Reputation: 85
I used a DirectoryIterator
to read images from a directory and train my model. I want to be able to verify that it works so I tried using model.predict
on a numpy array that contains an image but I get the following error
ValueError: Error when checking input: expected conv2d_input to have 4
dimensions, but got array with shape (128, 56)

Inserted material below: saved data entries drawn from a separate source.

import type { MachineState, Observer, Place } from '../interpreter/events';
import type { Tool } from '../shop/setup';
import type { Shop } from '../shop/shop';

/** A tool that a change fetches or puts away, the first time it is handled. */
export interface HandledTool {
  readonly tool: Tool;
  readonly place: Place;
  /** Pockets it belongs in. */
  readonly pockets: readonly number[];
}

/**
 * For the rules that hold a tool against its pocket: each tool once, at the first change that fetches
 * it or puts it away, which is the first block that relies on what the setup says of it.
 */
export function watchToolsHandled(
  shop: Shop,
  judge: (handled: HandledTool, state: MachineState) => void,
): Observer {
  const seen = new Set<number>();
  return {
    toolChanging(event, state) {
      for (const tool of [event.tool, event.from.tool]) {
        if (!tool || seen.has(tool.number)) continue;
        seen.add(tool.number);
        const pockets = shop.pocketsOfTool.get(tool.number) ?? [];
        judge({ tool, place: event.place, pockets }, state);
      }
    },
  };
}
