import { text } from './finding-data';
import { defineRule } from './rule';

/** Zero is set where the head happens to stand. */
export const positionAssumed = defineRule({
  id: 'position-assumed',
  group: 'state',
  title: 'Zero is set where the head happens to stand',
  severity: 'hold',
  unattended: 'stop',
  hold: 'look',
  protects: 'The work, the clamps and the rack from a program that starts from the wrong place.',
  explanation:
    'G92 with axis words makes the present position the stated one. Everything after it is right only if a person put the head exactly there; nobody does at night. G92 with S alone is a speed limit and is not meant.',
  examples: { bad: 'G21 G90 G54\nG92 X0 Y0 Z0\nM30', good: 'G21 G90 G54\nG0 X0 Y0\nM30' },
  word: (data) => ({
    message: `${text(data, 'code')} takes the place where the head stands now as the one it states.`,
    advice:
      'Set a work offset (G54 to G59) instead, or look that the head stands where the program assumes before the start.',
  }),
  observe: (_shop, report) => ({
    localShift({ code, withAxes, place }, state) {
      if (code !== 'G92' || !withAxes) return;
      report.found({ cause: code, at: place, data: { code } }, state);
    },
  }),
});
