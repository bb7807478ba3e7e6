import { openSpan } from '../geometry/span';
import type { Motion, Place, SpindleEvent, Turning } from '../interpreter/events';
import { Material } from '../shop/material';
import { aloneSeconds, independentSeconds } from '../shop/motion-seconds';
import type { Setup } from '../shop/setup';
import { figure } from './finding-data';
import { movedWords } from './placing';
import { defineRule } from './rule';

/** The cutter meets the stock before the spindle can be at speed. */
export const noSpinUp = defineRule({
  id: 'no-spin-up',
  group: 'spindle-and-feed',
  title: 'Cuts before the spindle is at speed',
  severity: 'note',
  unattended: 'hold',
  hold: 'judge',
  protects: 'The cutter and the edge of the work from the first bite at too low a speed.',
  explanation:
    'The spindle needs its spin-up time for the whole of its greatest speed, and a share of it for a smaller change of speed (a straight ramp; common practice, no source). Dwells and the way to the stock since the start or the change of speed count towards it. It is said once a program, and not at all where the spindle holds the program until it is at speed.',
  examples: {
    setup: { machine: { spindle: { waits: false } } },
    bad: 'G21 G90 G17 G54\nT1 M6\nG43 H1\nG0 X50 Y50 Z5\nS18000 M3\nG1 Z-5 F1000\nM30',
    good: 'G21 G90 G17 G54\nT1 M6\nG43 H1\nG0 X50 Y50 Z5\nS18000 M3\nG4 P4\nG1 Z-5 F1000\nM30',
  },
  word: (data) => ({
    message: `The tip meets the stock ${seconds(figure(data, 'after'))} after the spindle was set to ${figure(data, 'speed')} rev/min in line ${figure(data, 'setAt')}; it needs ${seconds(figure(data, 'needed'))}.`,
    advice: `Wait with G4 for at least ${seconds(Math.ceil((figure(data, 'needed') - figure(data, 'after')) * 10) / 10)} more before the cut.`,
  }),
  observe: (shop, report) => {
    const { machine } = shop.setup;
    if (machine.spindle.waits) return {};
    const material = new Material(shop);
    const ramp = openRamp(shop.setup);
    const span = openSpan();
    let isSaid = false;
    return {
      spindle: (event) => ramp.set(event),
      dwell: (event) => ramp.pass(event.seconds),
      toolChanged: (_event, state) => {
        if (state.turning === 'off') ramp.stop();
      },
      quiet(quiet) {
        if (!isSaid && ramp.isWaiting()) quiet.close();
      },
      motion(motion, state) {
        if (isSaid || !ramp.isWaiting()) return;
        const lasts = secondsOf(motion, shop.setup);
        const isCut = (motion.kind === 'feed' || motion.kind === 'arc') && motion.by !== 'change';
        if (!isCut || !material.isMet(motion, state, span)) return ramp.pass(lasts);
        const late = ramp.missing(lasts * span.enter);
        ramp.pass(lasts);
        if (!late) return;
        isSaid = true;
        report.found({ cause: '', at: state.place(movedWords(motion)), data: late }, state);
      },
    };
  },
});

function secondsOf(motion: Motion, setup: Setup): number {
  return motion.kind === 'rapid' && setup.controller.rapids === 'independent'
    ? independentSeconds(motion, setup.machine)
    : aloneSeconds(motion, setup.machine);
}

function seconds(value: number): string {
  return `${Math.round(value * 10) / 10} s`;
}

/** The spindle's speed as it comes to what was asked for, in a straight ramp. */
function openRamp(setup: Setup) {
  const { spinUp, spinDown, maxRpm } = setup.machine.spindle;
  let from = 0;
  let to = 0;
  let turning: Turning = 'off';
  let needed = 0;
  let passed = 0;
  let setAt: Place = { line: 1 };
  const reached = () => (needed > passed ? from + ((to - from) * passed) / needed : to);
  return {
    set(event: SpindleEvent) {
      const isReversed = turning !== 'off' && event.turning !== 'off' && event.turning !== turning;
      from = isReversed ? -reached() : reached();
      to = event.turning === 'off' ? 0 : event.speed;
      const perTurn = Math.abs(to) >= Math.abs(from) ? spinUp : spinDown;
      needed = (perTurn * Math.abs(to - from)) / maxRpm;
      passed = 0;
      setAt = event.place;
      turning = event.turning;
    },
    stop() {
      from = to = needed = passed = 0;
      turning = 'off';
    },
    pass(by: number) {
      passed += by;
    },
    isWaiting: () => turning !== 'off' && passed < needed,
    /** What is missing if the cut begins so much later; undefined: nothing. */
    missing(later: number) {
      const after = passed + later;
      if (needed <= after) return undefined;
      return { after, needed, speed: to, setAt: setAt.line };
    },
  };
}
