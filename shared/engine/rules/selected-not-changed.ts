import { figure } from './finding-data';
import { defineRule } from './rule';
import { watchSelections, type LeftSelection } from './watch-selections';

/** A tool is chosen, none is fetched, and the cutting goes on. */
export const selectedNotChanged = defineRule({
  id: 'selected-not-changed',
  group: 'tools',
  title: 'A tool is chosen but never fetched, and the cutting goes on',
  severity: 'hold',
  hold: 'judge',
  protects: 'The work from being cut with the tool before.',
  explanation:
    'A T word that no later change consumes, with cutting after it. A T that a later M6 uses is a choice made ahead and ordinary, as is one that names the tool in the spindle. A choice left over at the end, made before the last tool had cut, is another matter and has its own rule.',
  examples: {
    bad: 'G21 G90 G54\nT1 M6\nG1 X10 F1000\nT2\nG1 X20\nM30',
    good: 'G21 G90 G54\nT1 M6\nT2\nG1 X10 F1000\nM6\nG1 X20\nM30',
  },
  word: (data) => ({
    message: `T${figure(data, 'tool')} is chosen, but no change follows and the cutting goes on${heldWords(figure(data, 'held'))}.`,
    advice: `Write M6 behind T${figure(data, 'tool')}, or take the T word out.`,
  }),
  observe: (_shop, report) =>
    watchSelections((left, state) => {
      if (!isForgottenChange(left)) return;
      const { number, place, held } = left;
      const data = { tool: number, ...(held !== null && { held }) };
      report.found({ cause: `T${number}`, at: place, tool: number, data }, state);
    }),
});

function isForgottenChange(left: LeftSelection): boolean {
  if (!left.cutAfter || left.number === 0) return false;
  return !left.changed || left.cutBefore || !left.atEnd;
}

function heldWords(held: number): string {
  if (Number.isNaN(held)) return '';
  return held === 0 ? ' with nothing known to be in the spindle' : ` with T${held} in the spindle`;
}
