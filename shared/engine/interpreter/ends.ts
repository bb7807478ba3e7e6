import type { ProgramEndEvent, StopEvent } from './events';
import type { Run } from './run';

export function stopProgram(run: Run, code: StopEvent['code']): void {
  run.tell.stop({ code, place: run.machine.place({ code }) });
}

/** Told before the end code resets anything; nothing after it is carried out, so nothing is reset. */
export function endProgram(run: Run, code: Exclude<ProgramEndEvent['code'], 'end-of-text'>): void {
  run.tell.programEnd({ code, place: run.machine.place({ code }) });
  run.endedBy = code;
}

I'm not sure what kind of shape or attributes the DirectoryIteratory
from flow_from_directory
has so I'm not sure what kind of input model.predict
is expecting. This is what my code looks like
train_datagen = ImageDataGenerator(
rescale=1. / 255,
shear_range=0.2,
zoom_range=0.2,
horizontal_flip=True)
test_datagen = ImageDataGenerator(rescale=1. / 255)
train_generator = train_datagen.flow_from_directory(
train_data_dir,
target_size=(img_width, img_height),
batch_size=batch_size,
class_mode='binary')
validation_generator = test_datagen.flow_from_directory(
validation_data_dir,
target_size=(img_width, img_height),
batch_size=batch_size,
class_mode='binary')
model.fit_generator(
train_generator,
steps_per_epoch=nb_train_samples // batch_size,
epochs=epochs,
validation_data=validation_generator,
validation_steps=nb_validation_samples // batch_size)
Upvotes: 0
Views: 1873
Reputation: 714
From your code snippet it seems that you're using this blog post. So your ConvNet's first layer is a convolutional layer, expecting the input shape to be (150, 150)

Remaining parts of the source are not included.